Top of Information
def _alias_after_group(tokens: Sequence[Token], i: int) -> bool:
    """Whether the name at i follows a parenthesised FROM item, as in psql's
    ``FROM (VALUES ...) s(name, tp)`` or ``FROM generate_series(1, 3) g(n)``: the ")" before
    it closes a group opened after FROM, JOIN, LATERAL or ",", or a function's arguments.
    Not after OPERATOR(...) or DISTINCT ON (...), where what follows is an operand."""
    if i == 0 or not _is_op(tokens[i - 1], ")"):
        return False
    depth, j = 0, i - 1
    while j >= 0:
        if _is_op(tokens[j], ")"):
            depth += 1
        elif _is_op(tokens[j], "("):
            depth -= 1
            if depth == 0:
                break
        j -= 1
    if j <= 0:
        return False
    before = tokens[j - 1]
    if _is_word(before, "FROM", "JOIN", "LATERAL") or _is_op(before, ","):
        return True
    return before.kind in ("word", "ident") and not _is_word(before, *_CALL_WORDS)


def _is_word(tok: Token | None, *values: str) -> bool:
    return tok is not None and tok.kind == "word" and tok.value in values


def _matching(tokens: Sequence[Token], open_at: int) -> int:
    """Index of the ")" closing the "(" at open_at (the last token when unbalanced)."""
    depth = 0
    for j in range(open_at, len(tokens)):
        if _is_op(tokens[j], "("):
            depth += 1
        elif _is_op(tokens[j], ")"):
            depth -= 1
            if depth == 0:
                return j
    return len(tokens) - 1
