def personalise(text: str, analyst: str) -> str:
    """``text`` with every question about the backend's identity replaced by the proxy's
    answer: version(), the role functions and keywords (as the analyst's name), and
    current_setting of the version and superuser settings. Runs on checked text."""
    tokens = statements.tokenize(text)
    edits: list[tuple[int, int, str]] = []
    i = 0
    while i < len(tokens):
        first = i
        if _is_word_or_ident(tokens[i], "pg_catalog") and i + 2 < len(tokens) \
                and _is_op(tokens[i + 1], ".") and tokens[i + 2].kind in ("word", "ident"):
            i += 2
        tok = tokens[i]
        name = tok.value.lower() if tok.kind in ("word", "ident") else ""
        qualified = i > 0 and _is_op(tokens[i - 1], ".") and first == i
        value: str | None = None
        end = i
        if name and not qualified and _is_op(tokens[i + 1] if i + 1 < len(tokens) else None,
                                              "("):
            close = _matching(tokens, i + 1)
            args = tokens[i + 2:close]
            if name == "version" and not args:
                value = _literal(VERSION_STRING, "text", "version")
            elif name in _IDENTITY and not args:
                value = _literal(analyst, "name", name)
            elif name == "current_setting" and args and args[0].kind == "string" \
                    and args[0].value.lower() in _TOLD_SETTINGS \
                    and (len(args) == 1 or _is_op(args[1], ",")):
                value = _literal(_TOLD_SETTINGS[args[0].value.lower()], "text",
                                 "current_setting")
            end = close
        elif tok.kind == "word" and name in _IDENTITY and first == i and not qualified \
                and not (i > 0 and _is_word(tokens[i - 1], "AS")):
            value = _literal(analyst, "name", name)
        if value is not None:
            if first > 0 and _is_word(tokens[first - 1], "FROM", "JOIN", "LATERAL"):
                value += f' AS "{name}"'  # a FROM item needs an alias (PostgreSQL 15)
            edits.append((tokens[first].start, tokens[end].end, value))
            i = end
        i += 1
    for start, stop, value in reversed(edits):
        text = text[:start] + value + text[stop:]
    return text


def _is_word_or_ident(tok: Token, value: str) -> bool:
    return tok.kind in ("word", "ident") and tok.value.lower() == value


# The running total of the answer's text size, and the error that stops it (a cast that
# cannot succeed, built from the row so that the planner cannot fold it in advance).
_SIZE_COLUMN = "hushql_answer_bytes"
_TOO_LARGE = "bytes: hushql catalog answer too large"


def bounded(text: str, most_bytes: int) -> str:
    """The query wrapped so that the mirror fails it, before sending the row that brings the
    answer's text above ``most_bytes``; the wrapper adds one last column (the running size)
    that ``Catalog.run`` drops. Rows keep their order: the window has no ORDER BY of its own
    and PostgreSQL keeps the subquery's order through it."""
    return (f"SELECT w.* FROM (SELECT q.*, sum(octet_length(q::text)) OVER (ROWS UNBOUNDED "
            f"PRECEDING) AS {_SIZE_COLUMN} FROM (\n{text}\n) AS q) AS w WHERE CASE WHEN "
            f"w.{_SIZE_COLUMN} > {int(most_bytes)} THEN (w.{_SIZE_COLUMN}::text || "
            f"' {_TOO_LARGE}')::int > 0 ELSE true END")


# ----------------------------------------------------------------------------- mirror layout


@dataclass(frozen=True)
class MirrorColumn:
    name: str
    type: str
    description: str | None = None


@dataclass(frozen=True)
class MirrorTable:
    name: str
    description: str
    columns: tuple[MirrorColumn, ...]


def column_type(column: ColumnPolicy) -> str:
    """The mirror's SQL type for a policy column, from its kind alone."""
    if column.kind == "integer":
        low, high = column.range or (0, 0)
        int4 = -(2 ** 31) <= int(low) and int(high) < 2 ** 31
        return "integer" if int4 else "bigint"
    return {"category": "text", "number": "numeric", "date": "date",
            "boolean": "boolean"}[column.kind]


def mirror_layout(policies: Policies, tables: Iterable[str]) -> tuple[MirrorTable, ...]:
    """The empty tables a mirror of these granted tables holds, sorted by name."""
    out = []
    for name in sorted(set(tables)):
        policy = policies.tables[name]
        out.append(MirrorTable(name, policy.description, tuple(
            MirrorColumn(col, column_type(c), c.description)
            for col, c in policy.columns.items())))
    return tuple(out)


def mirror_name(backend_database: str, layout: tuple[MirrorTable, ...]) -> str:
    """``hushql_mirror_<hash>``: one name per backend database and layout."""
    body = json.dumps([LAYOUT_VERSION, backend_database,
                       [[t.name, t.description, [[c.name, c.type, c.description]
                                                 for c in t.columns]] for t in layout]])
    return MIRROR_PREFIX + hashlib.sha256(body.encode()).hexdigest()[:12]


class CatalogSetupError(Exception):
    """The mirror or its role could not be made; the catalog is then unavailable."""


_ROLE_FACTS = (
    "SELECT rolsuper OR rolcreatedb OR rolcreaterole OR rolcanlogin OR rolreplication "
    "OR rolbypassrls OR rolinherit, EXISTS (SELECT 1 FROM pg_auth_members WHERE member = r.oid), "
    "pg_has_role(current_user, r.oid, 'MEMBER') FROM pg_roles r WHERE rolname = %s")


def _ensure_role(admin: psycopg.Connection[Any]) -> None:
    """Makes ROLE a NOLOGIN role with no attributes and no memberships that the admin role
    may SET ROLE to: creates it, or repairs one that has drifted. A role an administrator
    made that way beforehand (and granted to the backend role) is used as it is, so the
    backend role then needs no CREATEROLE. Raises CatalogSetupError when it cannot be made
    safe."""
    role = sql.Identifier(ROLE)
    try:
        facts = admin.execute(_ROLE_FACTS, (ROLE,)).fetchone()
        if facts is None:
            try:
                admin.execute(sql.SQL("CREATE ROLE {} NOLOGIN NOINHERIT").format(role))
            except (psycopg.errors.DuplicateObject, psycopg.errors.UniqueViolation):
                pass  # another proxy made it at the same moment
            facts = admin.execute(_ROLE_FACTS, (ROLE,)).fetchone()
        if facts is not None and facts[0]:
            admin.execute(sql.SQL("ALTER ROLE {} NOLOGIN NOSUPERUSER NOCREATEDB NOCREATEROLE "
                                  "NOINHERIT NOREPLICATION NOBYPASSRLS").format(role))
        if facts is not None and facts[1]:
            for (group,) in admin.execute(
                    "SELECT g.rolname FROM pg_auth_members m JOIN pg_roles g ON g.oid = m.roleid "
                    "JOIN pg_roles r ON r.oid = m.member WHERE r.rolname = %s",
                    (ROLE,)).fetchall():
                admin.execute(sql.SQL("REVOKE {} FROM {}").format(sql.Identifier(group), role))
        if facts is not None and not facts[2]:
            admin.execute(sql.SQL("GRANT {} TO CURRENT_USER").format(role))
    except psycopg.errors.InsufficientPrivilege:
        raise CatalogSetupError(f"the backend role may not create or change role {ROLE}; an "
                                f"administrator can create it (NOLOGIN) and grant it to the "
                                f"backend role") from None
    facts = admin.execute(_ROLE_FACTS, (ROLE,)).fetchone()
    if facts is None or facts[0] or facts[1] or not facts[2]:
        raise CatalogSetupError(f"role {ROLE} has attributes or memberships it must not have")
Bottom of Information
From the first line of the listing above through the line that contains "Not after OPERATOR(...)", set down each line without alteration, and nothing else.

## Written answer
def _alias_after_group(tokens: Sequence[Token], i: int) -> bool:
    """Whether the name at i follows a parenthesised FROM item, as in psql's
    ``FROM (VALUES ...) s(name, tp)`` or ``FROM generate_series(1, 3) g(n)``: the ")" before
    it closes a group opened after FROM, JOIN, LATERAL or ",", or a function's arguments.
    Not after OPERATOR(...) or DISTINCT ON (...), where what follows is an operand."""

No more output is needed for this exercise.